Backup Systems: Information may persist in backup systems for up to ninety (90) days after deletion for disaster recovery purposes, after which it is permanently purged.

6. Your Rights and Choices

6.1 Account Management

Access and Updates: You may access, review, and update your account information and profile settings through your account dashboard.

Workflow Management: You have full control over your workflows, including the ability to create, modify, share, and delete workflow templates.

Privacy Settings: You can control the visibility and sharing settings for your workflows and templates through your privacy preferences.

6.2 Data Rights

Data Export: You may request a copy of your personal information and workflow data in a machine-readable format by contacting us at legal@outthink.pro.

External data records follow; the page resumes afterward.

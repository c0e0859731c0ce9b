/**
 * Who may do what: the action list and the role → action matrix as plain data. The server's
 * policies (server/policies/) enforce it and add record rules (an engineer works only on tasks
 * assigned to them); the client reads the same table to hide what a role may not use. There is no
 * second copy of this table anywhere.
 */
import { ROLES, roleRank, type Role } from './roles';

/** Every action a route can be guarded by, including those of features still to come. */
export const ACTIONS = [
  'users.manage',
  'organisation.update',
  'repositories.read',
  'repositories.create',
  'repositories.update',
  'repositories.delete',
  'snapshots.read',
  'snapshots.upload',
  'snapshots.cancel',
  'cloneClasses.read',
  'cloneClasses.waive',
  'tasks.read',
  'tasks.create',
  'tasks.assign',
  'tasks.work',
  'tasks.comment',
  'findCopies.use',
  'apiTokens.manage',
  'outbox.read',
] as const;

/** One guarded action. */
export type Action = (typeof ACTIONS)[number];

/**
 * The least powerful role allowed each action. Roles are a hierarchy (admin ⊃ lead ⊃ engineer ⊃
 * viewer), so one role a line is the whole matrix. Budgets and repository settings are
 * `repositories.update`.
 */
export const MINIMUM_ROLE: Readonly<Record<Action, Role>> = {
  'users.manage': 'admin',
  'organisation.update': 'admin',
  'repositories.read': 'viewer',
  'repositories.create': 'lead',
  'repositories.update': 'lead',
  'repositories.delete': 'lead',
  'snapshots.read': 'viewer',
  'snapshots.upload': 'engineer',
  // Leads, or the engineer who started the load: a record rule in server/policies/snapshots.ts.
  'snapshots.cancel': 'engineer',
  'cloneClasses.read': 'viewer',
  'cloneClasses.waive': 'lead',
  'tasks.read': 'viewer',
  'tasks.create': 'lead',
  'tasks.assign': 'lead',
  // Engineers only on the tasks assigned to them: a record rule in server/policies/tasks.ts.
  'tasks.work': 'engineer',
  'tasks.comment': 'engineer',
  'findCopies.use': 'engineer',
  'apiTokens.manage': 'lead',
  'outbox.read': 'admin',
};

/**
 * Whether a role may perform an action at all (record rules aside).
 *
 * @example
 * can('viewer', 'repositories.read') // true
 * can('engineer', 'cloneClasses.waive') // false
 */
export function can(role: Role, action: Action): boolean {
  return roleRank(role) >= roleRank(MINIMUM_ROLE[action]);
}

/**
 * The actions a role may perform, in ACTIONS order.
 *
 * @example
 * actionsOf('viewer').includes('users.manage') // false
 */
export function actionsOf(role: Role): Action[] {
  return ACTIONS.filter((action) => can(role, action));
}

/**
 * The roles allowed an action, most powerful first.
 *
 * @example
 * rolesAllowed('users.manage') // ['admin']
 */
export function rolesAllowed(action: Action): Role[] {
  return ROLES.filter((role) => can(role, action));
}
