/**
 * Inserts every row the push stored — the splices, their audit rows and the stored answers, as stored — with
 * one prepared statement per table, committing each push batch's rows together: the storage work of a push
 * without anything the API decides, checks or derives (no reads, no savepoints, no totals, no HTTP).
 */
function rawInsertStored(database: Database, stored: StoredRows, batch: number): number {
  const { sqlite } = database
  const spliceInsert = sqlite.prepare(
    `INSERT INTO splices (${spliceColumns})
     VALUES (@id, @closure_id, @tray_id, @slot, @cable_a_id, @fiber_a, @cable_b_id, @fiber_b, @method, @loss_db,
       @attempt, @resplice_reason, @resplice_note, @supersedes_id, @accept_reason, @notes, @spliced_at, @splicer_id,
       @client_id, @is_current, @flags, @review_state, @created_at, @server_seq, @deleted)`,
  )
  const auditInsert = sqlite.prepare(
    `INSERT INTO audit_log (at, user_id, client_id, entity, entity_id, field, old_value, new_value, outcome, mutation_seq)
     VALUES (@at, @user_id, @client_id, @entity, @entity_id, @field, @old_value, @new_value, @outcome, @mutation_seq)`,
  )
  const answerInsert = sqlite.prepare(
    `INSERT INTO applied_mutations (client_id, seq, name, result, applied_at)
     VALUES (@client_id, @seq, @name, @result, @applied_at)`,
  )
  const clientInsert = sqlite.prepare(
    `INSERT INTO sync_clients (client_id, user_id, last_seq, created_at, last_seen_at)
     VALUES (@client_id, @user_id, @last_seq, @created_at, @last_seen_at)`,
  )
  const insertPart = sqlite.transaction((from: number, to: number) => {
    for (let i = from; i < to; i += 1) {
      spliceInsert.run(stored.splices[i]!)
      for (const row of stored.auditBySeq.get(i + 1) ?? []) auditInsert.run(row)
      answerInsert.run(stored.answers[i]!)
    }
  })
  const started = performance.now()
  sqlite.transaction(() => clientInsert.run(stored.client)).immediate()
  for (let i = 0; i < stored.splices.length; i += batch)
    insertPart.immediate(i, Math.min(i + batch, stored.splices.length))
  return performance.now() - started
}

const transportFloorPath = '/bench/transport-floor'

/**
 * The push's transport alone, for comparison: a route on the same app, behind the same request log, security
 * headers, 1 MiB JSON parser, cookie parser and sign-in check as POST /api/sync/push, that reads the same body
 * with the same envelope schema and, in one BEGIN IMMEDIATE transaction, inserts each mutation's splice row as
 * the baseline does, each with its own change sequence value, answering `applied` for each. None of SYNC.md's
 * work per mutation: no args schema, rights, plan or conflict checks, totals, audit rows, stored answers or
 * device seq. What this costs over the baseline is what HTTP, Express and the envelope take before any of it.
 */
function addTransportFloor(app: Express, database: Database): void {
  const ctx = app.locals.ctx as AppContext
  const { sqlite } = database
  const insert = sqlite.prepare(
    `INSERT INTO splices (${spliceColumns}) VALUES (@id, @closureId, @trayId, @slot, @cableAId, @fiberA, @cableBId,
       @fiberB, @method, @lossDb, 1, NULL, NULL, NULL, NULL, '', @splicedAt, @splicerId, @clientId, 1, '[]', NULL,
       @createdAt, @serverSeq, 0)`,
  )
  const store = sqlite.transaction((input: ReturnType<typeof pushBodySchema.parse>, at: string) => {
    holdServerSeq(sqlite)
    const results = input.mutations.map((mutation) => {
      insert.run({ ...mutation.args, createdAt: at, serverSeq: nextServerSeq(sqlite) })
      return { seq: mutation.seq, status: 'applied' as const }
    })
    writeHeldServerSeq(sqlite)
    return { results, lastSeq: input.mutations.at(-1)!.seq }
  })
  app.post(
    transportFloorPath,
    express.json({ limit: '1mb', strict: true }),
    cookieParser(),
    authorize(ctx, ruleFor('POST /api/sync/push')!),
    (req, res) => {
      const input = pushBodySchema.parse(req.body)
      try {
        res.json(store.immediate(input, new Date().toISOString()))
      } finally {
        dropHeldServerSeq(sqlite)
      }
    },
  )
}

Account Deletion: You may delete your account at any time through your account settings or by contacting customer support. Account deletion will result in the permanent removal of your data as described in our retention policy.

Correction: If you believe any information we hold about you is inaccurate or incomplete, you may request corrections by contacting us.

6.3 Communication Preferences

Marketing Communications: You may opt out of promotional emails by following the unsubscribe instructions in those communications or updating your preferences in your account settings.

Service Communications: Certain communications related to your account security, service updates, and important policy changes cannot be opted out of while you maintain an account.

6.4 Cookie Controls

You can control cookies through your browser settings and choose to accept, reject, or receive notifications about cookies. Note that disabling certain cookies may limit your ability to use some features of our Services.

7. Changes to This Privacy Policy

We may update this Privacy Policy from time to time to reflect changes in our practices, technology, legal requirements, or other factors. When we make material changes to this Policy, we will:

  • Update the "Last Updated" date at the top of this Policy
  • Provide notice through our Services or by email to your registered email address
  • Obtain your consent where required by applicable law

We encourage you to review this Policy periodically to stay informed about our privacy practices. Your continued use of our Services after changes become effective constitutes acceptance of the updated Policy.

8. Contact Information

If you have questions, concerns, or requests regarding this Privacy Policy or our privacy practices, please contact us:

Email: legal@outthink.pro

For data protection inquiries or to exercise your privacy rights, please include "Privacy Request" in your email subject line and provide sufficient detail for us to understand and respond to your request.

We will respond to privacy-related inquiries within thirty (30) days of receipt, or as otherwise required by applicable law.

This Privacy Policy is part of our Terms of Service and is incorporated by reference into that agreement. Capitalized terms not defined in this Policy have the meanings given in our Terms of Service.